● **WHAT IS BEING ASKED**
Please repeat only the stretch of records running from the first line through the line that contains "figures do not".

● **RECORDS TO USE**

━━━━━━━━━━━━━━━━━━━━━━━━━━━━━━

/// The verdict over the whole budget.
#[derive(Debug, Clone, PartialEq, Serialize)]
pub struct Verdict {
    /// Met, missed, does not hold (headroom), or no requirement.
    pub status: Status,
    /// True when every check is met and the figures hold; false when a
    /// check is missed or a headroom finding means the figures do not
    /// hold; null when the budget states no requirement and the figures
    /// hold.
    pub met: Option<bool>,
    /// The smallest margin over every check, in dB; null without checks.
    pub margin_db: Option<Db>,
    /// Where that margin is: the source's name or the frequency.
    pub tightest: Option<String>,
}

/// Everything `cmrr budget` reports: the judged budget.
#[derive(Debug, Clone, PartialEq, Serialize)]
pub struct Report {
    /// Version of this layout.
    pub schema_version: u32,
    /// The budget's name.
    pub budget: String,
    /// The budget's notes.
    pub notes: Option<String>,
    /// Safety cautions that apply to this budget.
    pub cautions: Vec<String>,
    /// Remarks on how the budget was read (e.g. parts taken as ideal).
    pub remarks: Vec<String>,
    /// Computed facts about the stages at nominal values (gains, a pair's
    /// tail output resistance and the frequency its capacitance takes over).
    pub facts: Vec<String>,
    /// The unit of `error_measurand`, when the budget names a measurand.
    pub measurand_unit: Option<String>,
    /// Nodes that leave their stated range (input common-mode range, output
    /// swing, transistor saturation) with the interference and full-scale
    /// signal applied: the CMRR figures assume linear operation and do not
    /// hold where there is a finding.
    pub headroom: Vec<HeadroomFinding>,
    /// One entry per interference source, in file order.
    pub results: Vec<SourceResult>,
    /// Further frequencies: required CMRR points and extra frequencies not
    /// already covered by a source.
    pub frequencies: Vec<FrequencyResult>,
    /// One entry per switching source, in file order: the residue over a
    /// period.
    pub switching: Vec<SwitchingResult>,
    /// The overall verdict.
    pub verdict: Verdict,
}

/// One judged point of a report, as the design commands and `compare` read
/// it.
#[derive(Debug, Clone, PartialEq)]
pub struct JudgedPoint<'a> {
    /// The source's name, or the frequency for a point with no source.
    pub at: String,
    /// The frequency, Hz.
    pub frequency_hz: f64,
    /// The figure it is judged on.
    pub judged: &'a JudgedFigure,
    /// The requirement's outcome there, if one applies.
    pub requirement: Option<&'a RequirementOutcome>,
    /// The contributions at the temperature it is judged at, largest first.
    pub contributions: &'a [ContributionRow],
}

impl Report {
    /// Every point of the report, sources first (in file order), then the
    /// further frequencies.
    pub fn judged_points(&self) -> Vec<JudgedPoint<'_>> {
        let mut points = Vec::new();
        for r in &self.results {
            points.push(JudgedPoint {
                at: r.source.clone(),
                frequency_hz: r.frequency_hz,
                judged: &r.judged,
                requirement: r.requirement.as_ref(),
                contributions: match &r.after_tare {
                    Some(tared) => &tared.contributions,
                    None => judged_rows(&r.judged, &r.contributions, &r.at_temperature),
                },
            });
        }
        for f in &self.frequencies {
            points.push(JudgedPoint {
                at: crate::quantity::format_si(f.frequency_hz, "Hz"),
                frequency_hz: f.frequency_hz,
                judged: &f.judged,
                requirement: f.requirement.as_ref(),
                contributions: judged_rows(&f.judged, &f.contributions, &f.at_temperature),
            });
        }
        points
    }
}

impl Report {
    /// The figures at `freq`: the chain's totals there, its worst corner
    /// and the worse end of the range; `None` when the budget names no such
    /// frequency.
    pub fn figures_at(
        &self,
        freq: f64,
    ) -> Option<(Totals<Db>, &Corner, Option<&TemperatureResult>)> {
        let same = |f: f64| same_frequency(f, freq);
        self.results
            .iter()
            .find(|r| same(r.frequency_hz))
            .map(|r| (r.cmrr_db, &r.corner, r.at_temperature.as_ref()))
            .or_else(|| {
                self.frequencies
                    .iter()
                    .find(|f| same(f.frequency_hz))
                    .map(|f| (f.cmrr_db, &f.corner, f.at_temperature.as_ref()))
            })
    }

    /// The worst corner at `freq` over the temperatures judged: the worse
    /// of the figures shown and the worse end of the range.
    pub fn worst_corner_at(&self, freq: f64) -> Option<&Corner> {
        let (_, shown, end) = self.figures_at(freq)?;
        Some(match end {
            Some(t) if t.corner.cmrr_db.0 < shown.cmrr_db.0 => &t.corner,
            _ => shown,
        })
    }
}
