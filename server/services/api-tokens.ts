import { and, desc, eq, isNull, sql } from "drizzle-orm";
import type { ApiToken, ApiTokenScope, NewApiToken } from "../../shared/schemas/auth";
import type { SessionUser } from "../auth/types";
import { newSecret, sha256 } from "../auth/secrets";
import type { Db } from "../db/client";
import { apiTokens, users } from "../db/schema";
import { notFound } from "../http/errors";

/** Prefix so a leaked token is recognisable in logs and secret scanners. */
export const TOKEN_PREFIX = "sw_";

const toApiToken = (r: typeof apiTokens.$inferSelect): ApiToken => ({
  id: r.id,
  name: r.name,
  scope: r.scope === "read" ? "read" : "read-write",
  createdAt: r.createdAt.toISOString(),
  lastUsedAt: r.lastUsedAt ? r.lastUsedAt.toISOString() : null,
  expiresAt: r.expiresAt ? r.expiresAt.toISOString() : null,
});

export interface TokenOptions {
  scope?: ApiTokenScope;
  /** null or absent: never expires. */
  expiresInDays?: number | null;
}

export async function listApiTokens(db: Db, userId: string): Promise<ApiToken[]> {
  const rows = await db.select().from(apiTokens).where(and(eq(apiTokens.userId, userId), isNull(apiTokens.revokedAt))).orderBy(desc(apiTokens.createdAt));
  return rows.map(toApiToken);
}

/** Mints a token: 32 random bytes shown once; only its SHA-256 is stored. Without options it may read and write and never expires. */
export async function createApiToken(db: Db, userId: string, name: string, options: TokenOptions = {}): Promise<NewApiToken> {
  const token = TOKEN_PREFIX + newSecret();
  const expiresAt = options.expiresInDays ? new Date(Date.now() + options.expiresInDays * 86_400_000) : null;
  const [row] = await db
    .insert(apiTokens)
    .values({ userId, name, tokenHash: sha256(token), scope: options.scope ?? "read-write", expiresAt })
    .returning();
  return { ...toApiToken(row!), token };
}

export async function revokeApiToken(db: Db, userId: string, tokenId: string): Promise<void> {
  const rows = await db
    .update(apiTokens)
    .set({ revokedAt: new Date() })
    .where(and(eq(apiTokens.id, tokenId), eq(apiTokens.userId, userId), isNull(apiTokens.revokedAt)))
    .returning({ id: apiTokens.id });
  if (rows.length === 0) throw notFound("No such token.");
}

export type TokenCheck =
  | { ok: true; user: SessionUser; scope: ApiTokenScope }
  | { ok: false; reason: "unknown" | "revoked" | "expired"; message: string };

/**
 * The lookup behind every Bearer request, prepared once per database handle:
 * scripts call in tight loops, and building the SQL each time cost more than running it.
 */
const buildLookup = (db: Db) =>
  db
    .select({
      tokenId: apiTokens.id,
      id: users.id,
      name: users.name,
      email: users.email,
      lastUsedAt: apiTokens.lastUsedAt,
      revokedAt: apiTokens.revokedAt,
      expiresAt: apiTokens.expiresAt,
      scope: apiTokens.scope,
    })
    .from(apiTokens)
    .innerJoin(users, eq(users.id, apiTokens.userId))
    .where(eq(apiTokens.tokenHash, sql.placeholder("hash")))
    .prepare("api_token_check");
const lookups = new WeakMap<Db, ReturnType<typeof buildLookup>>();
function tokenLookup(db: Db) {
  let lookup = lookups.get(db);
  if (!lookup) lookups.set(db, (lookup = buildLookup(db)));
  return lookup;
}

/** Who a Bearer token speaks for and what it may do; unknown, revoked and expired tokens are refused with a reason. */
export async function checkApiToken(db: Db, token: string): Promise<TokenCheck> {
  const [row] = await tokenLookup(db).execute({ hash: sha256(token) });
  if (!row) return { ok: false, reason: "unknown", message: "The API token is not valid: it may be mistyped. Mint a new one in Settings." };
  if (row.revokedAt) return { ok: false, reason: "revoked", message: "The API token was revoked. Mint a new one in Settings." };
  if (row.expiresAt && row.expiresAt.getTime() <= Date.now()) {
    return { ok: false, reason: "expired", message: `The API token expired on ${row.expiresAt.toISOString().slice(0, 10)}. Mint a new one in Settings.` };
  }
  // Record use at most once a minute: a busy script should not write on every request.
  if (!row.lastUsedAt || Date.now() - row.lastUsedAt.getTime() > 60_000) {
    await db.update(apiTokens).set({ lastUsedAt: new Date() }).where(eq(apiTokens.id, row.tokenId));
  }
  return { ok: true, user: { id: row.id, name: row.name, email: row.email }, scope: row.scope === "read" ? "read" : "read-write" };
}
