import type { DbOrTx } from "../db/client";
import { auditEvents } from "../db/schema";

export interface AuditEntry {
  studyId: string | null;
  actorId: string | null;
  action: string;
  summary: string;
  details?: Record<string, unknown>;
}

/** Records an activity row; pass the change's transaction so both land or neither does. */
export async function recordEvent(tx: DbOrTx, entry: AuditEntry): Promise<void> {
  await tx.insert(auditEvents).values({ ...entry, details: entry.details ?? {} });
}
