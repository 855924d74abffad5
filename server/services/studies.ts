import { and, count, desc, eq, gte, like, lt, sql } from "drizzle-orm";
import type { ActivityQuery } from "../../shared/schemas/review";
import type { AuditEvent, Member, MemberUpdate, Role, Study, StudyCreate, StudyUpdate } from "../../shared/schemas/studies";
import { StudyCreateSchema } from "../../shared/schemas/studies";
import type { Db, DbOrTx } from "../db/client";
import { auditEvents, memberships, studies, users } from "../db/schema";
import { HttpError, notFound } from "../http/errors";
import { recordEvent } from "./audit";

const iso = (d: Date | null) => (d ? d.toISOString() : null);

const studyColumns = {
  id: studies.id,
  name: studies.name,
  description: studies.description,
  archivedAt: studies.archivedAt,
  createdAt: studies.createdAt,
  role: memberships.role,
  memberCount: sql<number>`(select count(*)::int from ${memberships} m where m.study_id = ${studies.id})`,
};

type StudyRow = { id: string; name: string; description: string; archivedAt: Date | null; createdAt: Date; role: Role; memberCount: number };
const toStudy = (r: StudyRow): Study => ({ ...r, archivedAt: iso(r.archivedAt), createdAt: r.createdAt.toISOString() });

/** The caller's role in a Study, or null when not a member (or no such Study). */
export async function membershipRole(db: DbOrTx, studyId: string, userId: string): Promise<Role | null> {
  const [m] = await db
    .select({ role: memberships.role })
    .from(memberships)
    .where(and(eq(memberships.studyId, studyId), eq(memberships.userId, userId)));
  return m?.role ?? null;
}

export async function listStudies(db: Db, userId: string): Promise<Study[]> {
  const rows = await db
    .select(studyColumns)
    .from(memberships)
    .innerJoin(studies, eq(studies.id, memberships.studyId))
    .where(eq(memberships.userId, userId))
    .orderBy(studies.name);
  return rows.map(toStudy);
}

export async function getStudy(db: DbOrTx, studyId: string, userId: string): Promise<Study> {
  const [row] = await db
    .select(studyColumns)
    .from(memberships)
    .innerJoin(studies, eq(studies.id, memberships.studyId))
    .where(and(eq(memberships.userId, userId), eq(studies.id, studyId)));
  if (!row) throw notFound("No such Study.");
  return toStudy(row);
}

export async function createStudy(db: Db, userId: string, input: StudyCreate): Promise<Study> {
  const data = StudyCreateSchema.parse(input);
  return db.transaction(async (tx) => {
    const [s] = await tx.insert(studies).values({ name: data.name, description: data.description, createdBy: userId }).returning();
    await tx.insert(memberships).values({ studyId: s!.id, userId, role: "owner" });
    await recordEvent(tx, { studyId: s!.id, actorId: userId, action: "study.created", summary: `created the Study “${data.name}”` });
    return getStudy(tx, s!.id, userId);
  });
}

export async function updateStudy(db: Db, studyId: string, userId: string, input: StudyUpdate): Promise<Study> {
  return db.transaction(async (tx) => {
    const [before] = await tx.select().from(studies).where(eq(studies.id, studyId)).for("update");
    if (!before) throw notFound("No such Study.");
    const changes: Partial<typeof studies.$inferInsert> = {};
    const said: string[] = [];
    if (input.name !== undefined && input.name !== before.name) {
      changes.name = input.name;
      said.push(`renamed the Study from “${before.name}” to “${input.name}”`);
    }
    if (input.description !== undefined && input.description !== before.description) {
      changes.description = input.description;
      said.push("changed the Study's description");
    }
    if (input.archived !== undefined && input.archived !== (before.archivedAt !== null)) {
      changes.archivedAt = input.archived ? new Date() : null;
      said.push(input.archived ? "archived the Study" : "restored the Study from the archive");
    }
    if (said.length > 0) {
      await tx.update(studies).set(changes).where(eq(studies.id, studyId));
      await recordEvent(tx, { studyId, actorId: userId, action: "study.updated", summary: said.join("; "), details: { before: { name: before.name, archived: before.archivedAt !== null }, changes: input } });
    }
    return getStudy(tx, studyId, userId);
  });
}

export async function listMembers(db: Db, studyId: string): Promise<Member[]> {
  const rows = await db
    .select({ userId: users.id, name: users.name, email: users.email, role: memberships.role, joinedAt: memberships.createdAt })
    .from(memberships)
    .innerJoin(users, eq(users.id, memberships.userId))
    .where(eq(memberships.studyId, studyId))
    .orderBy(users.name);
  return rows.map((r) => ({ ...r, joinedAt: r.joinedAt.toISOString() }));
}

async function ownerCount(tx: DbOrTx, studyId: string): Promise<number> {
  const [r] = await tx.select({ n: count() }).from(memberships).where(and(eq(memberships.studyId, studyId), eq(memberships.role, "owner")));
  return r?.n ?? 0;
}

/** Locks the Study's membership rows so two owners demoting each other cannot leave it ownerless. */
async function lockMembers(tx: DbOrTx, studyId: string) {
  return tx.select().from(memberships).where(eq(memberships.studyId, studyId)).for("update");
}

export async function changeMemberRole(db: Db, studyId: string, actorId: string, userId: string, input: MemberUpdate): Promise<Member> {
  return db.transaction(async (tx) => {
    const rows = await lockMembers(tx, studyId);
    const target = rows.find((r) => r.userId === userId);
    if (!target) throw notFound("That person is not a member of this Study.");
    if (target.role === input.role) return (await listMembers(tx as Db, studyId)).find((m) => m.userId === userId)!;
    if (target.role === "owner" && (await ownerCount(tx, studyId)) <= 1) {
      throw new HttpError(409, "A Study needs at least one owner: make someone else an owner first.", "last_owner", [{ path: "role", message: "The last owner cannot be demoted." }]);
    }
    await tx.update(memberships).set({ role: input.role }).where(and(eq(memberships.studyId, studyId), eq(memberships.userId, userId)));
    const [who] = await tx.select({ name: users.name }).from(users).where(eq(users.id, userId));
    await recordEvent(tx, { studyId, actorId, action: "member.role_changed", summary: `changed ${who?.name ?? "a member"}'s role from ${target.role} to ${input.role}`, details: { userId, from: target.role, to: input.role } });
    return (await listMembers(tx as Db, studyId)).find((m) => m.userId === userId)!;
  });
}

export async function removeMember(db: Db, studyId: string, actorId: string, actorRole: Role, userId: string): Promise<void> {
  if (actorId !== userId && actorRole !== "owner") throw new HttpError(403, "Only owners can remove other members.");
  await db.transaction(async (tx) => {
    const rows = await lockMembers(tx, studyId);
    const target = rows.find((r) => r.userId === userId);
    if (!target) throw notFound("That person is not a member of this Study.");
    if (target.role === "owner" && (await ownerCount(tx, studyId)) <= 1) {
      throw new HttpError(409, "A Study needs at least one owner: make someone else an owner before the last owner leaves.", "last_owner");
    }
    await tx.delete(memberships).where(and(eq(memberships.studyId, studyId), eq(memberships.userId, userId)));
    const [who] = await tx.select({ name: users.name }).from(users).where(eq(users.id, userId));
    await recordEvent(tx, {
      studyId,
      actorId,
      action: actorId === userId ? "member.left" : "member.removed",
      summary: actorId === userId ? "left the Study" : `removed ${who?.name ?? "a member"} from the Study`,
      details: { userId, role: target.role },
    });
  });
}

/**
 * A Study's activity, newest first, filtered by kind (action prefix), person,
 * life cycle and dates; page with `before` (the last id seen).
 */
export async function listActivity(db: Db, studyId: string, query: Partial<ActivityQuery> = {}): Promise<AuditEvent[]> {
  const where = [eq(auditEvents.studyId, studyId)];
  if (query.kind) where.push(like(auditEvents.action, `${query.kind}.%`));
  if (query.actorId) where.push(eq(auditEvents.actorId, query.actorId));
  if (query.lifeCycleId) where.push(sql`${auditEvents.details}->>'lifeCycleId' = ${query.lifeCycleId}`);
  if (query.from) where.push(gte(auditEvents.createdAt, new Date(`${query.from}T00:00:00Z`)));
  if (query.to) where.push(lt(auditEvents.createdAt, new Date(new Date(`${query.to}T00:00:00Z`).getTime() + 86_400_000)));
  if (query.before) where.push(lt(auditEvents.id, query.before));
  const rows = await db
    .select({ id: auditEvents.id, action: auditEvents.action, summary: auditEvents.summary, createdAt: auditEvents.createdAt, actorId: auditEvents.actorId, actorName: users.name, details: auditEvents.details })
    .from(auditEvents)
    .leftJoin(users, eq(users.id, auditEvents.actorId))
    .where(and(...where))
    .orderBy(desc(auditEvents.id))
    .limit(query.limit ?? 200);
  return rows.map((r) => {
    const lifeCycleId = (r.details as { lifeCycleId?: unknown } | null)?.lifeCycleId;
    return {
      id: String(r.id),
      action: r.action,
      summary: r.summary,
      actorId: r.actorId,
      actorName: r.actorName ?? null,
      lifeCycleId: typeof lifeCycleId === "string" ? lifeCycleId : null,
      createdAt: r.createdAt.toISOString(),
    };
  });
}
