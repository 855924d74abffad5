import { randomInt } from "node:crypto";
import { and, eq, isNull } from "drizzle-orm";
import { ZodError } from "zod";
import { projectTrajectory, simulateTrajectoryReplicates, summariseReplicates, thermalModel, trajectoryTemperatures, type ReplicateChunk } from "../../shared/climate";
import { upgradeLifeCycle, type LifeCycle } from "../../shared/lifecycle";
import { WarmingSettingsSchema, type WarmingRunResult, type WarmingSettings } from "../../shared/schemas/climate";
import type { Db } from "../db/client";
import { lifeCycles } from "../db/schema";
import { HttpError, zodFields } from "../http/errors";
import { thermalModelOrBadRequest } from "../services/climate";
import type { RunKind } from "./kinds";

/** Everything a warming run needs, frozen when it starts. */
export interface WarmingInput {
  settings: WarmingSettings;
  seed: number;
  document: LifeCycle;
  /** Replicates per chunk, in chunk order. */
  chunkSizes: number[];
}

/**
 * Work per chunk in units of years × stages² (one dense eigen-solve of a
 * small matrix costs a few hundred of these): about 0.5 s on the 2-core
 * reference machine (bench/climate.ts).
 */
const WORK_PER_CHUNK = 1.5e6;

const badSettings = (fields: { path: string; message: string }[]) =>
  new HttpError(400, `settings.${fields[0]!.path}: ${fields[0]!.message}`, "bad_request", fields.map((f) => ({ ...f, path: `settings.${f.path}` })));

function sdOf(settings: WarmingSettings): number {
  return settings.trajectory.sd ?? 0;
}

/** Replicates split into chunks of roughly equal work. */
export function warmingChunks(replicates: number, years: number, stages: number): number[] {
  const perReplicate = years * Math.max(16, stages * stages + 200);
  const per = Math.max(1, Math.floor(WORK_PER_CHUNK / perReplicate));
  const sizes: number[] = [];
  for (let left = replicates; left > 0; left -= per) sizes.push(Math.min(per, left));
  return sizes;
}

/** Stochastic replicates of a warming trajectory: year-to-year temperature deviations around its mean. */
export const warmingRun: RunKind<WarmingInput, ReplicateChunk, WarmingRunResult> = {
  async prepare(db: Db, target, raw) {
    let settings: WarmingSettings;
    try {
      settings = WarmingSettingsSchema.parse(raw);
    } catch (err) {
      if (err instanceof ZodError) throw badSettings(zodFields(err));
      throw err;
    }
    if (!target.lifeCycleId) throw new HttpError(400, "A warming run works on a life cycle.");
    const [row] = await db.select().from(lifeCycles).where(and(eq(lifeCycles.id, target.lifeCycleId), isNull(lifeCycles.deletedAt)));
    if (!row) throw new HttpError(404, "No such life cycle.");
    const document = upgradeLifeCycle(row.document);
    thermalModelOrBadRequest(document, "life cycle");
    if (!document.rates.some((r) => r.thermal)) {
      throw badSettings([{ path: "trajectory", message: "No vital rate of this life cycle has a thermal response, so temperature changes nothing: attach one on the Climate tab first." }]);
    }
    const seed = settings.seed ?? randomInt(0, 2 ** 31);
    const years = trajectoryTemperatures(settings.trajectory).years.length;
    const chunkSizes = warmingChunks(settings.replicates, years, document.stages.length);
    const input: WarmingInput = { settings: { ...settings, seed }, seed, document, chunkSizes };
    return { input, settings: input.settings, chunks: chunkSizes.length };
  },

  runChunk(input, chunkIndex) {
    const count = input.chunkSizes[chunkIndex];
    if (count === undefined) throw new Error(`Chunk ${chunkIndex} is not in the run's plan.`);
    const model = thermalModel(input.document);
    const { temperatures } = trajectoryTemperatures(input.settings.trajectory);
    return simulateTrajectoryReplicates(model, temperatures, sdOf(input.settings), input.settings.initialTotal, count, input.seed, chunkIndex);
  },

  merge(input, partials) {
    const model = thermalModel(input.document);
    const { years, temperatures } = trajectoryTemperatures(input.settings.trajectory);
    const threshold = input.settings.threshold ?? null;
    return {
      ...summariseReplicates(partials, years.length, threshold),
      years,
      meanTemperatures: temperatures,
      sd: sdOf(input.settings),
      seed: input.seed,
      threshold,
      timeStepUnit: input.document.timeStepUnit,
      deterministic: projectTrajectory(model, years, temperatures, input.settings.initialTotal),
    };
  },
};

━━━━━━━━━━━━━━━━━━━━━━━━━━━━━━

● **RESULT OF THE EXERCISE**
/// The verdict over the whole budget.
#[derive(Debug, Clone, PartialEq, Serialize)]
pub struct Verdict {
    /// Met, missed, does not hold (headroom), or no requirement.
    pub status: Status,
    /// True when every check is met and the figures hold; false when a
    /// check is missed or a headroom finding means the figures do not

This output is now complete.